The RECODE
command is used to transform existing values into other,
user specified values.
The general form is:
RECODE src_vars (src_value src_value ... = dest_value) (src_value src_value ... = dest_value) (src_value src_value ... = dest_value) ... [INTO dest_vars].
Following the RECODE
keyword itself comes src_vars which is a list
of variables whose values are to be transformed.
These variables may be string variables or they may be numeric.
However the list must be homogeneous; you may not mix string variables and
numeric variables in the same recoding.
After the list of source variables, there should be one or more mappings. Each mapping is enclosed in parentheses, and contains the source values and a destination value separated by a single ‘=’. The source values are used to specify the values in the dataset which need to change, and the destination value specifies the new value to which they should be changed. Each src_value may take one of the following forms:
After the source variables comes an ‘=’ and then the dest_value. The dest_value may take any of the following forms:
Mappings are considered from left to right. Therefore, if a value is matched by a src_value from more than one mapping, the first (leftmost) mapping which matches will be considered. Any subsequent matches will be ignored.

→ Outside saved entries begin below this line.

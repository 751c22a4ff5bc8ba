"""Searching one rope height (a flat pair's ropes, a sloping pair's higher rope, an inverted-V's apex or
its ends) over its whole range for the best NVIS figure, with few engine solves.

The range runs from the lowest height at which the wire may hang (ends at the minimum end height, a
leg no steeper than allowed) to the highest the support, the rope in the kit and the clearing allow;
both edges are found with the hang alone (geometry, no engine). The engine then solves a coarse grid
over the whole range — 0.05 wavelength apart, fine enough not to step over a peak of the figure: the
NVIS figure of a horizontal dipole changes by a few tenths of a dB per 0.05 wavelength (REFERENCES.md,
NEC-2 zenith gains at 0.08/0.16/0.24 wavelength) — and refines around the best point with parabolic
steps until the peak is known to 0.01 wavelength. The whole range is swept because the figure has more
than one peak in height (a second one near 0.75 wavelength, above the null near 0.5 wavelength), and
lower heights are worth knowing even when they lose: they are easier and safer to rig.

References
----------
.. [1] Parabolic interpolation of a maximum through three points (successive parabolic interpolation):
   W. H. Press et al., *Numerical Recipes*, 3rd ed., Cambridge 2007, §10.3, eq. 10.3.1.
"""

from __future__ import annotations

import math
from collections.abc import Callable
from dataclasses import dataclass
from typing import Any

import numpy as np

from fieldkit.rigging.heights import WITHIN_BEST_DB, HeightPoint

COARSE_STEP_WAVELENGTHS = 0.05  # coarse grid: a few tenths of a dB of figure per step (see above)
MIN_COARSE_STEP_M = 1.0  # never finer than a metre on the coarse grid (high channels, short ranges)
FINE_STEP_WAVELENGTHS = 0.01  # the peak is known to 0.01 wavelength: hundredths of a dB
# a halyard is set to about half a metre by eye from the ground (common practice, no single source)
MIN_FINE_STEP_M = 0.5
# the edges of the range, from the hang alone (no engine): half the 0.5 m a halyard is set to by eye
BOUND_TOLERANCE_M = 0.25
MAX_REFINE_STEPS = 4  # parabolic steps after the coarse grid (1–2 are usual)
# Axis-by-axis passes at most: an inverted-V's apex is swept again when its ends came to rest against
# the least drop below it (found on a 60 m inverted-V over sea water: the apex stopped at 5.9 m of a
# 9 m mast with the ends pressed 2 m under it, "higher ends would still help")
MAX_PASSES = 3
# a coarse point sits up to about this much below its peak (0.025 wavelength off a peak whose figure
# falls ~0.3 dB over 0.05 wavelength: measured on the engine's height sweeps, 7.1 MHz, poor ground)
PEAK_MARGIN_DB = 0.15


@dataclass(frozen=True)
class Range:
    """The heights a swept rope may take, and what ends the range at each side.

    Attributes
    ----------
    low_m, high_m : lowest and highest height at which the wire hangs as required [m]
    low_why, high_why : why the range ends there, in plain words (the first refusal met beyond the
        edge); None where the range ends at the asked bound itself (the support's top, say)
    """

    low_m: float
    high_m: float
    low_why: str | None = None
    high_why: str | None = None


def coarse_step_m(wavelength_m: float) -> float:
    """Spacing of the coarse grid [m]."""
    return max(COARSE_STEP_WAVELENGTHS * wavelength_m, MIN_COARSE_STEP_M)


def fine_step_m(wavelength_m: float) -> float:
    """Resolution the peak is refined to [m]."""
    return max(FINE_STEP_WAVELENGTHS * wavelength_m, MIN_FINE_STEP_M)


def _grid(low: float, high: float, step: float) -> list[float]:
    if high - low < 1e-6:
        return [high]
    n = max(2, math.ceil((high - low) / step - 1e-9) + 1)
    return [float(v) for v in np.linspace(low, high, n)]


def _edge(good: float, bad: float, why_bad: str, refuses: Callable[[float], str | None]):
    """Bisect between a height that hangs and one that does not; (edge, why beyond it)."""
    while abs(bad - good) > BOUND_TOLERANCE_M:
        mid = 0.5 * (good + bad)
        why = refuses(mid)
        if why is None:
            good = mid
        else:
            bad, why_bad = mid, why
    return good, why_bad


def feasible_range(
    low_m: float,
    high_m: float,
    refuses: Callable[[float], str | None],
    *,
    probe_step_m: float,
) -> Range | str:
    """The part of [low, high] where the wire hangs, found with the hang alone.

    Parameters
    ----------
    low_m, high_m : the asked bounds of the swept height [m]
    refuses : height [m] -> None when the wire hangs there as required, else why not (plain words)
    probe_step_m : spacing of the first probes [m]; the edges are then bisected to 25 cm

    Returns
    -------
    Range, or the reason (str) when no height in the range hangs
    """
    probes = _grid(low_m, high_m, probe_step_m)
    whys = [refuses(h) for h in probes]
    ok = [i for i, w in enumerate(whys) if w is None]
    if not ok:
        return next(w for w in reversed(whys) if w)
    lo_i, hi_i = ok[0], ok[-1]
    low, low_why = probes[lo_i], None
    if lo_i > 0:
        low, low_why = _edge(probes[lo_i], probes[lo_i - 1], whys[lo_i - 1], refuses)
    high, high_why = probes[hi_i], None
    if hi_i < len(probes) - 1:
        high, high_why = _edge(probes[hi_i], probes[hi_i + 1], whys[hi_i + 1], refuses)
    return Range(low, high, low_why, high_why)


def _vertex(x: tuple[float, float, float], y: tuple[float, float, float]) -> float | None:
    """Abscissa of the maximum of the parabola through three points, or None (no maximum) [1]_."""
    (a, b, c), (fa, fb, fc) = x, y
    num = (b - a) ** 2 * (fb - fc) - (b - c) ** 2 * (fb - fa)
    den = (b - a) * (fb - fc) - (b - c) * (fb - fa)
    if den == 0:
        return None
    v = b - 0.5 * num / den
    # a maximum needs the middle point above the chord of the outer two
    chord = fa + (fc - fa) * (b - a) / (c - a)
    return v if fb > chord else None


def _valid(done: dict[float, HeightPoint | None]) -> list[tuple[float, HeightPoint]]:
    return sorted((h, p) for h, p in done.items() if p is not None)


def _peak_to_refine(done, refined: set[float]) -> float | None:
    """The height of the peak to refine next: the best point first; then the lowest local maximum
    whose figure may come within 0.3 dB of the best once refined (coarse points sit up to ~0.1 dB
    below their peak), because the lower of two equal peaks is the one recommended."""
    valid = _valid(done)
    if len(valid) < 2:
        return None
    best_db = max(p.nvis_dbi for _, p in valid)
    if not refined:
        return max(valid, key=lambda hp: hp[1].nvis_dbi)[0]
    for i, (h, p) in enumerate(valid):
        left = valid[i - 1][1].nvis_dbi if i > 0 else -math.inf
        right = valid[i + 1][1].nvis_dbi if i + 1 < len(valid) else -math.inf
        if (
            p.nvis_dbi >= max(left, right)
            and p.nvis_dbi >= best_db - WITHIN_BEST_DB - PEAK_MARGIN_DB
        ):
            if min(abs(h - r) for r in refined) > 1e-6 and h < min(refined):
                return h
            return None
    return None


def _refine(done, at, start: float, fine: float, coarse: float) -> float:
    """Parabolic steps around the local maximum nearest ``start``; returns where it ended."""
    h_best = start
    for _ in range(MAX_REFINE_STEPS):
        valid = _valid(done)
        hs = [h for h, _ in valid]
        i = min(range(len(hs)), key=lambda k: abs(hs[k] - h_best))
        # climb to the local maximum next to the start
        while i + 1 < len(valid) and valid[i + 1][1].nvis_dbi > valid[i][1].nvis_dbi:
            i += 1
        while i > 0 and valid[i - 1][1].nvis_dbi > valid[i][1].nvis_dbi:
            i -= 1
        h_best = hs[i]
        if 0 < i < len(valid) - 1:
            trio = valid[i - 1 : i + 2]
            v = _vertex(tuple(h for h, _ in trio), tuple(p.nvis_dbi for _, p in trio))
            if v is None:
                break
            v = min(max(v, trio[0][0]), trio[2][0])
            if min(abs(v - h) for h in hs) < fine:  # the peak is known to the fine spacing
                break
            at(v)
        else:
            # best at an edge: when the parabola through the three edge points peaks between the
            # edge and its neighbour, look there; when it still climbs at the edge, the edge is
            # the best the range allows and its slope comes from the same parabola (no solve)
            other = hs[1] if i == 0 else hs[-2]
            if abs(other - hs[i]) <= fine + 1e-9:
                break
            if len(valid) < 3:
                if abs(other - hs[i]) <= 0.5 * coarse + 1e-9:
                    break
                at(0.5 * (hs[i] + other))
                continue
            trio = valid[:3] if i == 0 else valid[-3:]
            x, y = tuple(h for h, _ in trio), tuple(p.nvis_dbi for _, p in trio)
            v = _vertex(x, y)
            lo, hi = sorted((hs[i], other))
            if v is None or not lo + fine < v < hi - fine:
                break
            at(v)
    return h_best


def search(
    rng: Range,
    evaluate: Callable[[float], HeightPoint | None],
    *,
    wavelength_m: float,
) -> list[HeightPoint]:
    """Coarse grid over the range, then parabolic refinement around the best point.

    Parameters
    ----------
    rng : the heights the rope may take (:func:`feasible_range`)
    evaluate : height [m] -> the scored point (one engine solve), or None when it cannot hang there
    wavelength_m : wavelength of the channel [m]; sets the coarse and the fine spacing

    Returns
    -------
    list of HeightPoint, ordered by the swept height; each evaluated height once

    Notes
    -----
    When the best point is at an edge of the range and the figure still climbs there (the parabola
    through the three edge points has no maximum short of the edge), no more points are solved: the
    edge is the best the range allows. Engine cost: the coarse grid (2 points for a range under 0.05
    wavelength) plus 0–3 refinement points.
    """
    done: dict[float, HeightPoint | None] = {}

    def at(h: float) -> None:
        key = round(h, 3)
        if key not in done:
            done[key] = evaluate(h)

    for h in _grid(rng.low_m, rng.high_m, coarse_step_m(wavelength_m)):
        at(h)
    fine = fine_step_m(wavelength_m)
    refined: set[float] = set()
    for _ in range(2):  # the global best, then the lowest other peak that may be chosen instead
        target = _peak_to_refine(done, refined)
        if target is None:
            break
        refined.add(_refine(done, at, target, fine, coarse_step_m(wavelength_m)))
    return [p for _, p in sorted((h, p) for h, p in done.items() if p is not None)]


@dataclass(frozen=True)
class LayoutSweep:
    """A layout's rope heights swept axis by axis, and the recommendation.

    Attributes
    ----------
    points : every solved point, axis after axis, each axis ordered by its height
    chosen : the recommended setting (rope height per support id, "ends")
    pick : index into ``points`` of the recommended point
    why : the reasons, in plain words (one clause group per axis)
    ranges : per axis key, the range the rope could take
    """

    points: tuple[HeightPoint, ...]
    chosen: dict[str, float]
    pick: int
    why: str
    ranges: dict[str, Range]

The clause ‘INTO dest_vars’ is optional. The behaviour of the command is slightly different depending on whether it appears or not.
If ‘INTO dest_vars’ does not appear, then values will be recoded “in place´´. This means that the recoded values are written back to the source variables from whence the original values came. In this case, the dest_value for every mapping must imply a value which has the same type as the src_value. For example, if the source value is a string value, it is not permissible for dest_value to be ‘SYSMIS’ or another forms which implies a numeric result. The following example two numeric variables x and y are recoded in place. Zero is recoded to 99, the values 1 to 10 inclusive are unchanged, values 1000 and higher are recoded to the system-missing value and all other values are changed to 999:
recode x y (0 = 99) (1 THRU 10 = COPY) (1000 THRU HIGHEST = SYSMIS) (ELSE = 999).
If ‘INTO dest_vars’ is given, then recoded values are written
into the variables specified in dest_vars, which must therefore
contain a list of valid variable names.
The number of variables in dest_vars must be the same as the number
of variables in src_vars
and the respective order of the variables in dest_vars corresponds to
the order of src_vars.
That is to say, recoded values whose
original value came from the nth variable in src_vars will be
placed into the nth variable in dest_vars.
The source variables will be unchanged.
If any mapping implies a string as its destination value, then the respective
destination variable must already exist, or
have been declared using STRING
or another transformation.
Numeric variables however will be automatically created if they don't already
exist.
The following example deals with two source variables, a and b
which contain string values. Hence there are two destination variables
v1 and v2.
Any cases where a or b contain the values ‘apple’,
‘pear’ or ‘pomegranate’ will result in v1 or v2 being
filled with the string ‘fruit’ whilst cases with
‘tomato’, ‘lettuce’ or ‘carrot’ will result in ‘vegetable’.
Any other values will produce the result ‘unknown’:
string v1 (a20). string v2 (a20). recode a b ("apple" "pear" "pomegranate" = "fruit") ("tomato" "lettuce" "carrot" = "vegetable") (ELSE = "unknown") into v1 v2.
There is one very special mapping, not mentioned above. If the source variable is a string variable then a mapping may be specified as ‘(CONVERT)’. This mapping, if it appears must be the last mapping given and the ‘INTO dest_vars’ clause must also be given and must not refer to a string variable. ‘CONVERT’ causes a number specified as a string to be converted to a numeric value. For example it will convert the string ‘"3"’ into the numeric value 3 (note that it will not convert ‘three’ into 3). If the string cannot be parsed as a number, then the system-missing value is assigned instead. In the following example, cases where the value of x (a string variable) is the empty string, are recoded to 999 and all others are converted to the numeric equivalent of the input value. The results are placed into the numeric variable y:
recode x ("" = 999) (convert) into y.
It is possible to specify multiple recodings on a single command. Introduce additional recodings with a slash (‘/’) to separate them from the previous recodings:
recode a (2 = 22) (else = 99) /b (1 = 3) into z .
Here we have two recodings. The first affects the source variable a and recodes in-place the value 2 into 22 and all other values to 99. The second recoding copies the values of b into the the variable z, changing any instances of 1 into 3.